# About to call it Quits...so frustrated



## bmwyatt (Oct 21, 2010)

We are just overwhelmed and extremely frustrated.

We have reached exactly a week today with our Cichlids. As of yesterday, we finally leveled off with our Ammonia 0, Nitrites 0, Nitrates 10. Our ammonia never went above .25ppm. Our pH stays at 8.2. We hadn't done a water change in about 4 days, so we did about 50% last night.

Our fish are NOT acting normal. They hover most of the time. We have 3 crimsons that swim the front of the tank back and forth...they are the most active. The rest of our fish just hover above the substrate and sometimes are laying on the substrate while in their caves. We have recently added a couple live plants as of Monday. We have noticed a few of our fish with stringy white poop, and I've heard so many different things of what that could mean...could definitely use some advice please  I've heard that it could be b/c they may have eaten some of the plants, and/or that it could be an infection? Most of the fish will eat but not like when we first received them.

As of this past Sunday, we had a huge Algae explosion and it's now covering most of our concrete background and holey rock. It look like a mixture of green and brown algae --- is the brown algae problematic? We have started seeing our water more cloudy than normal as well.

Our Acei have slowly started losing their color and looking sick. We lost 2 Cobues today and are about to lose a small catfish.

We also had 2 fish showing signs of Ick this past Saturday, and we treated for a few days with an organic solution called Ick Attack. We don't have any fish with spots any more as of 2 days ago. We haven't treated since Monday...could they still have the parasite? We had someone from a LFS tell us to stop treating once the spots were gone. Grrr....

We are now wondering if we have some type of internal infection? parasite? fungus?

The fish just seem lethargic and aren't active much at all. We have our temperature set around 76 degrees.

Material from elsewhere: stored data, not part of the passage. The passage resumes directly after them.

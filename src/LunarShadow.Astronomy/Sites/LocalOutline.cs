using LunarShadow.Astronomy.Eclipses;
using LunarShadow.Astronomy.Time;
using NodaTime;

namespace LunarShadow.Astronomy.Sites;

/// <summary>How much of an eclipse a site sees.</summary>
public enum SiteVisibility
{
    /// <summary>Nothing: the Moon stays below the sea horizon all through the 24 hours about greatest eclipse.</summary>
    NoneMoonDownThroughout,

    /// <summary>Nothing: the Moon is below the horizon (or the profile, or the minimum altitude) for the whole eclipse.</summary>
    NoneBelowHorizon,

    /// <summary>The whole eclipse, P1 to P4.</summary>
    Whole,

    /// <summary>Part of it: the Moon comes into view, is lost from view, or both, during the eclipse.</summary>
    Part,
}

/// <summary>The Moon comes into view, or is lost from view, during the eclipse.</summary>
/// <param name="Utc">When.</param>
/// <param name="Stage">The innermost phase in progress then (penumbral, partial or total).</param>
public sealed record ViewChange(Instant Utc, EclipsePhase Stage);

/// <summary>
/// What a site sees of an eclipse, as codes and numbers: the facts a one-line summary is written from. Words are the
/// caller's business.
/// </summary>
/// <param name="Visibility">How much is seen.</param>
/// <param name="ComesIntoView">When the Moon comes into view after P1, if it does.</param>
/// <param name="LostFromView">When it is lost from view before P4, if it is.</param>
/// <param name="MissedPhases">Phases of this eclipse of which nothing is seen (the penumbral phase is P1–P4, the
/// partial or umbral phase U1–U4, the total phase U2–U3).</param>
/// <param name="VisibleTotalityMinutes">Minutes of totality seen.</param>
/// <param name="TotalityMinutes">Minutes of totality in all (0 for a partial or penumbral eclipse).</param>
/// <param name="Night">The local night that holds the visible part (or greatest eclipse when nothing is seen).</param>
public sealed record LocalOutline(
    SiteVisibility Visibility,
    ViewChange? ComesIntoView,
    ViewChange? LostFromView,
    IReadOnlyList<EclipsePhase> MissedPhases,
    double VisibleTotalityMinutes,
    double TotalityMinutes,
    LocalNight Night)
{
    /// <summary>The outline of a site's circumstances.</summary>
    public static LocalOutline Of(LocalCircumstances local)
    {
        var greatestUtc = local.Contacts.First(c => c.Name is null).Utc;
        var e = local.Eclipse;
        var whole = local.VisiblePhases.Where(p => p.Phase == EclipsePhase.Penumbral).ToList();
        var phases = new List<EclipsePhase> { EclipsePhase.Penumbral };
        if (e.Kind is EclipseKind.Partial or EclipseKind.Total) phases.Add(EclipsePhase.Partial);
        if (e.Kind == EclipseKind.Total) phases.Add(EclipsePhase.Total);
        var missed = phases.Where(p => local.VisibleMinutes(p) <= 0).ToList();
        var totality = e.Kind == EclipseKind.Total ? e.Durations.TotalMinutes ?? 0 : 0;
        var night = LocalNight.Around(
            whole.Count == 0 ? greatestUtc : whole[0].StartUtc + (whole[^1].EndUtc - whole[0].StartUtc) / 2, local.Site.TimeZone);
        if (whole.Count == 0)
        {
            return new LocalOutline(local.HorizonState == MoonHorizonState.DownThroughout ? SiteVisibility.NoneMoonDownThroughout : SiteVisibility.NoneBelowHorizon,
                null, null, missed, 0, totality, night);
        }
        var p1 = e.Contact(ContactName.P1)!;
        var p4 = e.Contact(ContactName.P4)!;
        var first = whole[0];
        var last = whole[^1];
        var comes = first.StartTt > p1.Tt ? new ViewChange(first.StartUtc, StageAt(e, first.StartTt)) : null;
        var lost = last.EndTt < p4.Tt ? new ViewChange(last.EndUtc, StageAt(e, last.EndTt)) : null;
        var visibility = comes is null && lost is null && whole.Count == 1 ? SiteVisibility.Whole : SiteVisibility.Part;
        return new LocalOutline(visibility, comes, lost, missed, local.VisibleMinutes(EclipsePhase.Total), totality, night);
    }

    // Between P1 and P4 (as comes and lost are) some phase is always in progress.
    private static EclipsePhase StageAt(LunarEclipse e, TtInstant tt) => EclipsePhases.At(e, tt) ?? EclipsePhase.Penumbral;
}
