using LunarShadow.Astronomy.Units;

namespace LunarShadow.Astronomy.Sites;

/// <summary>How dark the sky is, by the Sun's altitude.</summary>
public enum SkyState
{
    /// <summary>The Sun's upper limb is above the horizon.</summary>
    Day,

    /// <summary>Sun between sunset and 6° below the horizon.</summary>
    CivilTwilight,

    /// <summary>Sun between 6° and 12° below.</summary>
    NauticalTwilight,

    /// <summary>Sun between 12° and 18° below.</summary>
    AstronomicalTwilight,

    /// <summary>Sun more than 18° below the horizon.</summary>
    Night,
}

/// <summary>Classifies the sky by the Sun's true (airless) altitude.</summary>
public static class SkyStates
{
    // Explanatory Supplement to the Astronomical Almanac (2013), ch. 15: sunrise/sunset at −0°50′ (refraction and
    // semi-diameter), civil, nautical and astronomical twilight end at −6°, −12°, −18°.
    /// <summary>The sky state for the Sun's centre at a true altitude.</summary>
    public static SkyState FromSunAltitude(Angle trueAltitude) => trueAltitude.Degrees switch
    {
        > -50.0 / 60 => SkyState.Day,
        > -6 => SkyState.CivilTwilight,
        > -12 => SkyState.NauticalTwilight,
        > -18 => SkyState.AstronomicalTwilight,
        _ => SkyState.Night,
    };
}
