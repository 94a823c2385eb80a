using System.Globalization;
using System.Text.Json;
using CsvHelper;
using NetTopologySuite.Features;
using NetTopologySuite.Geometries;
using NetTopologySuite.IO.Converters;

namespace LunarShadow.Api.Tests.Sweep;

/// <summary>Reads each representation back with a general-purpose library and checks its form.</summary>
internal static class Readers
{
    private static readonly JsonSerializerOptions GeoJsonOptions = new() { Converters = { new GeoJsonConverterFactory() } };

    /// <summary>
    /// RFC 4180 via CsvHelper: a header, every record with the header's column count, and no non-finite number. Returns
    /// the records as strings.
    /// </summary>
    public static List<string[]> Csv(string text)
    {
        using var reader = CsvReader.FromText(text, new CsvReaderOptions
        {
            MalformedData = CsvMalformedDataHandling.Throw,
            FieldCountMismatch = CsvFieldCountHandling.Throw,
        });
        var columns = reader.Headers.Count;
        if (columns == 0) throw new InvalidDataException("CSV without a header");
        var rows = new List<string[]>();
        while (reader.Read())
        {
            if (reader.FieldCount != columns) throw new InvalidDataException($"CSV record {rows.Count + 1} has {reader.FieldCount} fields, the header {columns}");
            var row = Enumerable.Range(0, columns).Select(i => reader.GetString(i)).ToArray();
            foreach (var field in row)
            {
                if (field is "NaN" or "Infinity" or "-Infinity" || field.Contains('∞', StringComparison.Ordinal))
                    throw new InvalidDataException($"CSV record {rows.Count + 1} holds a non-finite number: {field}");
            }
            rows.Add(row);
        }
        return rows;
    }

    /// <summary>RFC 5545 via Ical.Net: the calendar parses; returns its events' start and end instants (UTC).</summary>
    public static List<(DateTime Start, DateTime End)> Calendar(string text)
    {
        var calendar = Ical.Net.Calendar.Load(text) ?? throw new InvalidDataException("iCalendar did not parse");
        return calendar.Events.Select(e => (e.DtStart!.AsUtc, e.DtEnd!.AsUtc)).ToList();
    }

    /// <summary>RFC 7946 via NetTopologySuite: every polygon's rings closed and valid, every position on the globe.</summary>
    public static int GeoJson(string text)
    {
        var collection = JsonSerializer.Deserialize<FeatureCollection>(text, GeoJsonOptions) ?? throw new InvalidDataException("GeoJSON did not parse");
        var polygons = 0;
        foreach (var feature in collection)
        {
            for (var i = 0; i < feature.Geometry.NumGeometries; i++)
            {
                var polygon = (Polygon)feature.Geometry.GetGeometryN(i);
                if (!polygon.ExteriorRing.IsClosed || polygon.InteriorRings.Any(r => !r.IsClosed)) throw new InvalidDataException("open ring");
                if (!polygon.IsValid) throw new InvalidDataException($"invalid polygon in {feature.Attributes["name"]}: {polygon}");
                if (polygon.Coordinates.Any(c => !double.IsFinite(c.X) || !double.IsFinite(c.Y) || Math.Abs(c.X) > 180 || Math.Abs(c.Y) > 90))
                    throw new InvalidDataException($"position off the globe in {feature.Attributes["name"]}");
                polygons++;
            }
        }
        return polygons;
    }

    /// <summary>An ISO 8601 instant of the API (years 1583 on) as a DateTimeOffset.</summary>
    public static DateTimeOffset Instant(string text) => DateTimeOffset.Parse(text, CultureInfo.InvariantCulture, DateTimeStyles.RoundtripKind);
}
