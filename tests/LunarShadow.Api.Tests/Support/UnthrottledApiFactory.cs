using Microsoft.AspNetCore.Hosting;
using Microsoft.AspNetCore.Mvc.Testing;

namespace LunarShadow.Api.Tests.Support;

/// <summary>An in-memory host whose rate limit is raised, for tests that walk many eclipses and sites.</summary>
public sealed class UnthrottledApiFactory : WebApplicationFactory<Program>
{
    protected override void ConfigureWebHost(IWebHostBuilder builder) => RaiseLimits(builder);

    /// <summary>Raises the rate and cost limits and the request deadline far above anything a test sends.</summary>
    public static void RaiseLimits(IWebHostBuilder builder)
    {
        builder.UseSetting("RateLimiting:PermitsPerSecond", "1000000");
        builder.UseSetting("RateLimiting:Burst", "1000000");
        builder.UseSetting("RateLimiting:ExpensivePerClient", "64");
        builder.UseSetting("RateLimiting:ExpensiveQueuePerClient", "100000");
        builder.UseSetting("RateLimiting:ExpensiveTotal", "64");
        builder.UseSetting("RateLimiting:ExpensiveQueueTotal", "100000");
        builder.UseSetting("RequestTimeoutSeconds", "300");
    }
}

/// <summary>The export tests share one unthrottled host (one start-up, one logger).</summary>
[CollectionDefinition(Name)]
public sealed class ExportHost : ICollectionFixture<UnthrottledApiFactory>
{
    public const string Name = "exports";
}
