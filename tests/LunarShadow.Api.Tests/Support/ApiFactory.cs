using Microsoft.AspNetCore.Mvc.Testing;

namespace LunarShadow.Api.Tests.Support;

/// <summary>One in-memory host shared by the tests of a class.</summary>
public sealed class ApiFactory : WebApplicationFactory<Program>;
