using LunarShadow.Astronomy.Eclipses;
using LunarShadow.Astronomy.Time;
using NodaTime;

namespace LunarShadow.Astronomy.Sites;

/// <summary>Fits an eclipse's visible phases into an observatory's opening hours and suggests a session.</summary>
public static class PublicNightPlanner
{
    /// <summary>Doors open this long before the first moment worth showing, and close this long after the last.</summary>
    public static readonly Duration Lead = Duration.FromMinutes(15);

    // Common practice: penumbral shading is noticeable to the eye only when most of the Moon's diameter is immersed
    // (penumbral magnitude above about 0.7), and then only within about half an hour of greatest eclipse.
    private const double NoticeablePenumbralMagnitude = 0.7;
    private static readonly Duration NoticeablePenumbralHalfWidth = Duration.FromMinutes(30);

    /// <summary>The plan for an eclipse at a site with the given opening hours.</summary>
    public static PublicNightPlan Plan(LocalCircumstances local, OpeningHours hours, TimeScaleConverter time)
    {
        var zone = local.Site.TimeZone;
        var eclipse = local.Eclipse;
        var greatestUtc = time.ToUtc(eclipse.GreatestEclipse);
        var day = greatestUtc.InZone(zone).Date;
        var windows = hours.Windows(zone, day.PlusDays(-1), day.PlusDays(1)).ToList();
        var visible = local.VisiblePhases.Where(p => p.Phase == EclipsePhase.Penumbral).ToList();
        var window = windows.MaxBy(w => visible.Sum(v => Overlap(w, v.StartUtc, v.EndUtc).TotalSeconds)) is { } best
            && visible.Sum(v => Overlap(best, v.StartUtc, v.EndUtc).TotalSeconds) > 0
            ? best
            : windows.MinBy(w => Math.Abs((Mid(w) - greatestUtc).TotalSeconds))!;

        var inWindow = new List<VisibleSpan>();
        foreach (var span in local.VisiblePhases)
        {
            var start = Max(span.StartUtc, window.Opens);
            var end = Min(span.EndUtc, window.Closes);
            if (end <= start) continue;
            inWindow.Add(span with
            {
                StartUtc = start,
                EndUtc = end,
                StartTt = span.StartTt.PlusSeconds((start - span.StartUtc).TotalSeconds),
                EndTt = span.EndTt.PlusSeconds((end - span.EndUtc).TotalSeconds),
            });
        }

        var showable = Showable(local, greatestUtc, window).ToList();
        if (showable.Count == 0)
        {
            var outcome = !local.AnyVisible ? PublicNightOutcome.NothingVisible
                : inWindow.Count == 0 ? PublicNightOutcome.OutsideOpeningHours
                : PublicNightOutcome.OnlyFaintPenumbra;
            return new PublicNightPlan(window, inWindow, null, outcome);
        }

        var doorsOpen = Max(window.Opens, showable[0].Start - Lead);
        var doorsClose = Min(window.Closes, showable[^1].End + Lead);
        var sky = new LocalSky(eclipse.NightSky, local.Site, local.DeltaTSeconds);
        var night = eclipse.NightSky;
        double HoursAt(Instant utc) => night.HoursFromCenter(eclipse.GreatestEclipse) + (utc - greatestUtc).TotalHours;
        var session = new SuggestedSession(doorsOpen, doorsClose,
            sky.MoonAt(Math.Clamp(HoursAt(doorsOpen), -EclipseNightSky.HalfWidthHours, EclipseNightSky.HalfWidthHours)).ApparentAltitude,
            sky.MoonAt(Math.Clamp(HoursAt(doorsClose), -EclipseNightSky.HalfWidthHours, EclipseNightSky.HalfWidthHours)).ApparentAltitude);
        return new PublicNightPlan(window, inWindow, session, PublicNightOutcome.Session);
    }

    private static IEnumerable<(Instant Start, Instant End)> Showable(LocalCircumstances local, Instant greatestUtc, OpeningWindow window)
    {
        var spans = local.VisiblePhases.Where(p => p.Phase == EclipsePhase.Partial).Select(p => (p.StartUtc, p.EndUtc)).ToList();
        if (spans.Count == 0 && local.Eclipse.PenumbralMagnitude >= NoticeablePenumbralMagnitude)
        {
            var (a, b) = (greatestUtc - NoticeablePenumbralHalfWidth, greatestUtc + NoticeablePenumbralHalfWidth);
            spans = local.VisiblePhases.Where(p => p.Phase == EclipsePhase.Penumbral)
                .Select(p => (Max(p.StartUtc, a), Min(p.EndUtc, b))).Where(s => s.Item2 > s.Item1).ToList();
        }
        foreach (var (start, end) in spans)
        {
            var s = Max(start, window.Opens);
            var e = Min(end, window.Closes);
            if (e > s) yield return (s, e);
        }
    }

    private static Duration Overlap(OpeningWindow w, Instant start, Instant end)
    {
        var s = Max(w.Opens, start);
        var e = Min(w.Closes, end);
        return e > s ? e - s : Duration.Zero;
    }

    private static Instant Mid(OpeningWindow w) => w.Opens + (w.Closes - w.Opens) / 2;

    private static Instant Max(Instant a, Instant b) => a > b ? a : b;

    private static Instant Min(Instant a, Instant b) => a < b ? a : b;
}
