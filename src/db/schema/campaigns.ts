// Campaigns, their members and the roles each member holds, and open invitations for people who
// have no account yet.
import { sql } from 'drizzle-orm';
import {
  check,
  foreignKey,
  index,
  integer,
  primaryKey,
  sqliteTable,
  text,
  uniqueIndex,
} from 'drizzle-orm/sqlite-core';
import { CAMPAIGN_ROLES, type CampaignRole } from '../../contracts/vocabulary';
import { user } from './auth';

const now = sql`(cast(unixepoch('subsecond') * 1000 as integer))`;

export const campaigns = sqliteTable('campaigns', {
  id: text('id').primaryKey(),
  name: text('name').notNull(),
  // Lower-cased, whitespace-collapsed name: two campaigns may not differ only in case or spacing.
  nameKey: text('name_key').notNull().unique(),
  description: text('description').notNull().default(''),
  // Archived campaigns keep everything, are listed apart and take no new imports or batches.
  archivedAt: integer('archived_at', { mode: 'timestamp_ms' }),
  createdById: text('created_by_id')
    .notNull()
    .references(() => user.id, { onDelete: 'restrict' }),
  createdAt: integer('created_at', { mode: 'timestamp_ms' }).notNull().default(now),
});

export const campaignMembers = sqliteTable(
  'campaign_members',
  {
    campaignId: text('campaign_id')
      .notNull()
      .references(() => campaigns.id, { onDelete: 'cascade' }),
    userId: text('user_id')
      .notNull()
      .references(() => user.id, { onDelete: 'cascade' }),
    addedById: text('added_by_id').references(() => user.id, { onDelete: 'set null' }),
    createdAt: integer('created_at', { mode: 'timestamp_ms' }).notNull().default(now),
  },
  (t) => [
    primaryKey({ columns: [t.campaignId, t.userId] }),
    index('campaign_members_user_idx').on(t.userId),
  ],
);

export const campaignMemberRoles = sqliteTable(
  'campaign_member_roles',
  {
    campaignId: text('campaign_id').notNull(),
    userId: text('user_id').notNull(),
    role: text('role', { enum: CAMPAIGN_ROLES }).$type<CampaignRole>().notNull(),
  },
  (t) => [
    primaryKey({ columns: [t.campaignId, t.userId, t.role] }),
    foreignKey({
      columns: [t.campaignId, t.userId],
      foreignColumns: [campaignMembers.campaignId, campaignMembers.userId],
      name: 'campaign_member_roles_member_fk',
    }).onDelete('cascade'),
    check('campaign_member_roles_known', sql`${t.role} in ('analyst', 'reviewer', 'collaborator')`),
  ],
);

export const invitations = sqliteTable(
  'invitations',
  {
    id: text('id').primaryKey(),
    email: text('email').notNull(),
    campaignId: text('campaign_id')
      .notNull()
      .references(() => campaigns.id, { onDelete: 'cascade' }),
    roles: text('roles', { mode: 'json' }).$type<CampaignRole[]>().notNull(),
    // Only a SHA-256 of the token is kept: the token itself lives only in the e-mail.
    tokenHash: text('token_hash').notNull().unique(),
    invitedById: text('invited_by_id').references(() => user.id, { onDelete: 'set null' }),
    createdAt: integer('created_at', { mode: 'timestamp_ms' }).notNull().default(now),
    expiresAt: integer('expires_at', { mode: 'timestamp_ms' }).notNull(),
    acceptedAt: integer('accepted_at', { mode: 'timestamp_ms' }),
    acceptedUserId: text('accepted_user_id').references(() => user.id, { onDelete: 'set null' }),
  },
  (t) => [
    // One open invitation per person and campaign; accepted ones stay as history.
    uniqueIndex('invitations_open_unique')
      .on(t.campaignId, t.email)
      .where(sql`accepted_at is null`),
    index('invitations_email_idx').on(t.email),
  ],
);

We would greatly appreciate any help and advice.


----------



## GTZ (Apr 21, 2010)

Some recommended reading regarding Ick: http://www.cichlid-forum.com/articles/ich.php and here's a link to more health related articles... http://www.cichlid-forum.com/articles/ich.php
Brown or diatom algae is not harmful and usually shows up in newly set up tanks.
I don't mean to sound condescending but it's always good to not have to depend on your LFS for advice, read, read, read.
Good luck!


----------



## fmueller (Jan 11, 2004)

1. The algae and plants are no problem for the fish. They are what they eat in their natural environment. If they eat them, it will be good for the fish - but maybe not so good for the plants. 

2. One problem could be that you brought ammonia to zero only yesterday, while you had the fish for a week. Ammonia is really bad for fish, and they should be introduced to a tank only after ammonia reads zero. Fish that suffered from ammonia damage might take a few days to die - or pull through. Only time will tell, and in the meantime you can only wait and see.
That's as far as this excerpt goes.